[Start of section]

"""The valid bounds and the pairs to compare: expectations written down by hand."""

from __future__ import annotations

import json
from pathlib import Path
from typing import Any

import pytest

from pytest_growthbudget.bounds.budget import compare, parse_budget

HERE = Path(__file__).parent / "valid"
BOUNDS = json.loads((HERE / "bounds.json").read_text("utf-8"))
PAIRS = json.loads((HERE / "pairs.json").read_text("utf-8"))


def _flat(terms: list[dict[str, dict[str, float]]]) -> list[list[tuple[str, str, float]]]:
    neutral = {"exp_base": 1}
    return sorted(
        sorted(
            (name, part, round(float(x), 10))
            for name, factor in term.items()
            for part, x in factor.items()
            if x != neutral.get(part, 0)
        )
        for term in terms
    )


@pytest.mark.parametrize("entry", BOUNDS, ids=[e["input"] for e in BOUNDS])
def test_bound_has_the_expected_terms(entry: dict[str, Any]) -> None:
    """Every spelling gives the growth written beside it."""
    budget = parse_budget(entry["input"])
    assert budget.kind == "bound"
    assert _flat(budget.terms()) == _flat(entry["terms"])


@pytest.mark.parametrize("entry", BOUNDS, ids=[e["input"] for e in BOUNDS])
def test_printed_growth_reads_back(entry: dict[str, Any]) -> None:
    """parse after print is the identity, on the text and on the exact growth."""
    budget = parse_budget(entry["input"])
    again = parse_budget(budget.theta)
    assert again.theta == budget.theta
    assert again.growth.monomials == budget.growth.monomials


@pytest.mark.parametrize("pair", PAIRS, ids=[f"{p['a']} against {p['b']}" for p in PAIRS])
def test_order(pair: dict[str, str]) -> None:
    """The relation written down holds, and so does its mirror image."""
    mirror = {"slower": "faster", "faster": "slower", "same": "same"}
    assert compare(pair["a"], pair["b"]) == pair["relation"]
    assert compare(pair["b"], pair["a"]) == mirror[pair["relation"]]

[End of section]
[Start of section]

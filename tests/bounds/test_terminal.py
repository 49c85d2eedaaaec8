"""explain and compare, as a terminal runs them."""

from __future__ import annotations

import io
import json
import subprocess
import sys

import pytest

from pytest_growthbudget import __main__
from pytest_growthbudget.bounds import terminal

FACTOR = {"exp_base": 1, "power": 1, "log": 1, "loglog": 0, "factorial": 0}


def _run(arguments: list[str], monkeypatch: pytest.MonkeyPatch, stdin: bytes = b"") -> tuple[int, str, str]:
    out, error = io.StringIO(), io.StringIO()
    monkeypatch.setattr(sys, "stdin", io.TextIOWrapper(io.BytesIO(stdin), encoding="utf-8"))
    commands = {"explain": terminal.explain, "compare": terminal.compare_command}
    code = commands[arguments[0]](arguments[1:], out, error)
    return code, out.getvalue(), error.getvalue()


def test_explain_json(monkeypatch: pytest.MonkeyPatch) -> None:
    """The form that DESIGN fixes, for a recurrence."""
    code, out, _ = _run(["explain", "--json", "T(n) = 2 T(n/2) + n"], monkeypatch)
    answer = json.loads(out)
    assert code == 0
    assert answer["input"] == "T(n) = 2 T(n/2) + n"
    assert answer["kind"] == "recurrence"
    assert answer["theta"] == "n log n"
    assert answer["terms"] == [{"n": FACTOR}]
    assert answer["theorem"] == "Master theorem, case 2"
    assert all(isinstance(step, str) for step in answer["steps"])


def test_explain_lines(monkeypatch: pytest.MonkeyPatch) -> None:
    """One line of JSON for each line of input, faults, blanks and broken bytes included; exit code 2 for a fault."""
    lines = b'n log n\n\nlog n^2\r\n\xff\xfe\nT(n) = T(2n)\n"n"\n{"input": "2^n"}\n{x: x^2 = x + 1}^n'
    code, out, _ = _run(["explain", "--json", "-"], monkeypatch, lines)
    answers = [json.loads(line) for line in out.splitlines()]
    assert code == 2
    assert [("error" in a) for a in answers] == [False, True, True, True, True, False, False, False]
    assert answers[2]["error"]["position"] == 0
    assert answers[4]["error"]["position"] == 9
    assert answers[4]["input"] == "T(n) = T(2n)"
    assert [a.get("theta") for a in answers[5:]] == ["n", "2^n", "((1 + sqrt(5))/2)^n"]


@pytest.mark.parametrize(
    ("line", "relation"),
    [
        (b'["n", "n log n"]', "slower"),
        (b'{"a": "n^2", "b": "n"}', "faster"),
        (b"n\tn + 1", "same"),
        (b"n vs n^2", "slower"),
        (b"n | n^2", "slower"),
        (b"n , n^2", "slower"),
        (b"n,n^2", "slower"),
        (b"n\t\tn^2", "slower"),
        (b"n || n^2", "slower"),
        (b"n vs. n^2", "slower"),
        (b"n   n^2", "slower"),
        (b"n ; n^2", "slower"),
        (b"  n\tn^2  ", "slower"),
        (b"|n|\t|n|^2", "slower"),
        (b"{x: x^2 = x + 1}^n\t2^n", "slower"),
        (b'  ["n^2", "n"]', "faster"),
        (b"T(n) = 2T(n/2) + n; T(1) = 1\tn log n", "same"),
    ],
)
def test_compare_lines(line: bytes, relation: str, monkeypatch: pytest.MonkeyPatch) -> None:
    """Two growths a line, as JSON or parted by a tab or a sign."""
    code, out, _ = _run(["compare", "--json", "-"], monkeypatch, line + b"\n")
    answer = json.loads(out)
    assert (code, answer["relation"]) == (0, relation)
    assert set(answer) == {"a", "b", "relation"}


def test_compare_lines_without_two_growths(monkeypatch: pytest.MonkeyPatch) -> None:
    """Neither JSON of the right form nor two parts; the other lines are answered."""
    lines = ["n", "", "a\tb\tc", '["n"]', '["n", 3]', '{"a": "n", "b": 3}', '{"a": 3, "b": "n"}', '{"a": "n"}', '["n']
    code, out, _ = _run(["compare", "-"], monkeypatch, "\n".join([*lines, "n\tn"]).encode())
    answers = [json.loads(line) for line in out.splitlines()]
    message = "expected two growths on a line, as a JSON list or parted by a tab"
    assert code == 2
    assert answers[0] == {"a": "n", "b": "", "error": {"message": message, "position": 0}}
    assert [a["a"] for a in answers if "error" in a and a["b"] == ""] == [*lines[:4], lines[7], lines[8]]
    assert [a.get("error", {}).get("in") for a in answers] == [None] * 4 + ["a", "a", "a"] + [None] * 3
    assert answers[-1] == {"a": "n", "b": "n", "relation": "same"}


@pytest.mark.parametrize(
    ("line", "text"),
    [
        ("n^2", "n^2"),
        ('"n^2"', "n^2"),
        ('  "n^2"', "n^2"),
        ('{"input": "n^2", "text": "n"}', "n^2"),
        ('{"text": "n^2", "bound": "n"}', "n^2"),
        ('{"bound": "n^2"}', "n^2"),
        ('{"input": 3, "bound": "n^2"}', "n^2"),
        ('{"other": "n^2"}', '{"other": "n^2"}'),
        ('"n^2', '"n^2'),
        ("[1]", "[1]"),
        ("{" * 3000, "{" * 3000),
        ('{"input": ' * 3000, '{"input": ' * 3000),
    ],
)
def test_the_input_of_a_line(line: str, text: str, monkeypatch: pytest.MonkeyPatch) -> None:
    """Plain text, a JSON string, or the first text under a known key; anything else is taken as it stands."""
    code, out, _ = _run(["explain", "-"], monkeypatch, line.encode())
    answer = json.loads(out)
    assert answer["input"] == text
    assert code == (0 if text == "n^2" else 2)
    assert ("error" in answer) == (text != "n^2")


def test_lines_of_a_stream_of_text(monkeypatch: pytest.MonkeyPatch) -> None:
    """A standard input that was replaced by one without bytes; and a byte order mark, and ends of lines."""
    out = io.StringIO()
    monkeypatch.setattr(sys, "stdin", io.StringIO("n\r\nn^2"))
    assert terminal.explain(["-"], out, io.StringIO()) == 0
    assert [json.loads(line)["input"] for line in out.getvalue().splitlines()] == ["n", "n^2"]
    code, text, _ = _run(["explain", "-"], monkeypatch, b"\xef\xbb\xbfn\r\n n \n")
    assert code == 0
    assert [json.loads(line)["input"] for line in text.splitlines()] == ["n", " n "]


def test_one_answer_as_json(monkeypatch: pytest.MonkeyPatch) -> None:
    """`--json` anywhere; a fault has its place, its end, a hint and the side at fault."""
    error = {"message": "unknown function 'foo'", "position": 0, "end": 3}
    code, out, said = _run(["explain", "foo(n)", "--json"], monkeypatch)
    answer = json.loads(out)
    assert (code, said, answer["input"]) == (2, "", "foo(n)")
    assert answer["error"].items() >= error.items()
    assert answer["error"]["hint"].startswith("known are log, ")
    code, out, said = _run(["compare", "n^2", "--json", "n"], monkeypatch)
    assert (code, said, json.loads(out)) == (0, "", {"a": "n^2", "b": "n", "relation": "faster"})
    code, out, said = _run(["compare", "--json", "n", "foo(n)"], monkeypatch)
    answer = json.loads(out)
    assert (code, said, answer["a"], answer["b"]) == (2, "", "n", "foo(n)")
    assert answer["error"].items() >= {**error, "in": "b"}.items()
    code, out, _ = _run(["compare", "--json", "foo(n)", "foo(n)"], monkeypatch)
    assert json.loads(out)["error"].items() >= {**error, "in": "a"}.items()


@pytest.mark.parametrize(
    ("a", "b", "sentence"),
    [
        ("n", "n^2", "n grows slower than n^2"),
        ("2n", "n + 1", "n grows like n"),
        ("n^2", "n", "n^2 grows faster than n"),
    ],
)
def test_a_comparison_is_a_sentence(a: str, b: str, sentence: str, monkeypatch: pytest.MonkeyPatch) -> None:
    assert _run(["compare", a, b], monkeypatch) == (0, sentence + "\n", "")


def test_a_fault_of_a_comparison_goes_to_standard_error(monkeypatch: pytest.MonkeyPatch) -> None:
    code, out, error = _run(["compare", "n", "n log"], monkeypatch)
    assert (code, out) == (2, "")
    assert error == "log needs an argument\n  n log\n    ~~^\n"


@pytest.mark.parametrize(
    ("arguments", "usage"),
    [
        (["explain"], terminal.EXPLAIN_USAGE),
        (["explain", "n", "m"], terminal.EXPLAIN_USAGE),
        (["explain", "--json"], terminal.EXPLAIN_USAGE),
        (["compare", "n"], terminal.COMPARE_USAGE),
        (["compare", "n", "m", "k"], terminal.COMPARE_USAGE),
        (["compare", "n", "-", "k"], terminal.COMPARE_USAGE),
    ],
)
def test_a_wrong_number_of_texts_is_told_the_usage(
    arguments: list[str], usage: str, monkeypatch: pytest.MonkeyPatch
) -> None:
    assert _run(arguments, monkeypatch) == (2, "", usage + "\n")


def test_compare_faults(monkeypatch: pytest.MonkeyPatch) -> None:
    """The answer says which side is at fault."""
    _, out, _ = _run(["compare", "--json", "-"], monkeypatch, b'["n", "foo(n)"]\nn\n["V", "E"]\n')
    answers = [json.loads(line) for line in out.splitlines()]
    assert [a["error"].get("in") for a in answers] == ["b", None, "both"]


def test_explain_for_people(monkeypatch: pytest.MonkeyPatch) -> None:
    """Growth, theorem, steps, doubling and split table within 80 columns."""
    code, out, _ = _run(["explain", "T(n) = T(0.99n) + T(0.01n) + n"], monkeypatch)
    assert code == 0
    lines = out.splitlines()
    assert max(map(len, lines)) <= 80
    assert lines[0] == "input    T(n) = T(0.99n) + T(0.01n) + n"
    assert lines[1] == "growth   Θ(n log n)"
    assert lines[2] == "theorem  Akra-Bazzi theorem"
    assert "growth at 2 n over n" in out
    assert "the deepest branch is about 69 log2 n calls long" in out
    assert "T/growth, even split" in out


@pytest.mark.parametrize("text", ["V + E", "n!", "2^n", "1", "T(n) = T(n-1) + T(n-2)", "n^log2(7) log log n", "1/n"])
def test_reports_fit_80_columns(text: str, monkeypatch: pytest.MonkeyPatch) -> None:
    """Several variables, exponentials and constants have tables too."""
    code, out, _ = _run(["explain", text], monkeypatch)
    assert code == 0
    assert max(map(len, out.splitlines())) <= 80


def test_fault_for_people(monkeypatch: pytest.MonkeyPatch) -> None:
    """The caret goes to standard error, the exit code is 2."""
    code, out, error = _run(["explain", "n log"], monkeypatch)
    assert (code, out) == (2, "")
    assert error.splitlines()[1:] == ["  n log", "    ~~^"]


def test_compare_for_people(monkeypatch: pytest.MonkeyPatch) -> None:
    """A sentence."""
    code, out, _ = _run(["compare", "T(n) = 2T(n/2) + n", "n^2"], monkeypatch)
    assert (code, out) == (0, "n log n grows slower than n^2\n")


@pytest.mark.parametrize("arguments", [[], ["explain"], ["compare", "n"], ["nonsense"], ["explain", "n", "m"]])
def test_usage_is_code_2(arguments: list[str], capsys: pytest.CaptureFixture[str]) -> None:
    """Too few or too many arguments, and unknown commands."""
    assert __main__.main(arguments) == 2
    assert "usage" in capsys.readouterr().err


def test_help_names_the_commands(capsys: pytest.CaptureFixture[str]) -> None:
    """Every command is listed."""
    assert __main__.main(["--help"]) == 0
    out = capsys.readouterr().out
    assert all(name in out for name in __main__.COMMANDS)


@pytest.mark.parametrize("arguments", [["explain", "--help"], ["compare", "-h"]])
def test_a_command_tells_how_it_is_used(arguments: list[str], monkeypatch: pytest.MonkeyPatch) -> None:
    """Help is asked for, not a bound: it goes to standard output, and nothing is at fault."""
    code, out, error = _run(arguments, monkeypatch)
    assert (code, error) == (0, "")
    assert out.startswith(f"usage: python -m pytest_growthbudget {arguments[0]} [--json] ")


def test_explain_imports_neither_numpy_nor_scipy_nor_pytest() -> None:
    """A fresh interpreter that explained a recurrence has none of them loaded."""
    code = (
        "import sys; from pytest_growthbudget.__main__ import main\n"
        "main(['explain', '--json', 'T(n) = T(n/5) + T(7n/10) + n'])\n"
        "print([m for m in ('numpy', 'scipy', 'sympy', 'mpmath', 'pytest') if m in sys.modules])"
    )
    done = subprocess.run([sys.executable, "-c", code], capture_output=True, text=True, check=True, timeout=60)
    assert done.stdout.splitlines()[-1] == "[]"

[End of section]

Your objective
Scan the lines above for "filename tests/bounds/test_terminal.py" and for "from pytest_growthbudget.bounds import". Repeat exactly the line holding each of them and every line in between.

Solution for this problem
filename tests/bounds/test_terminal.py
repository 49c85d2eedaaaec8
"""explain and compare, as a terminal runs them."""

from __future__ import annotations

import io
import json
import subprocess
import sys

import pytest

from pytest_growthbudget import __main__
from pytest_growthbudget.bounds import terminal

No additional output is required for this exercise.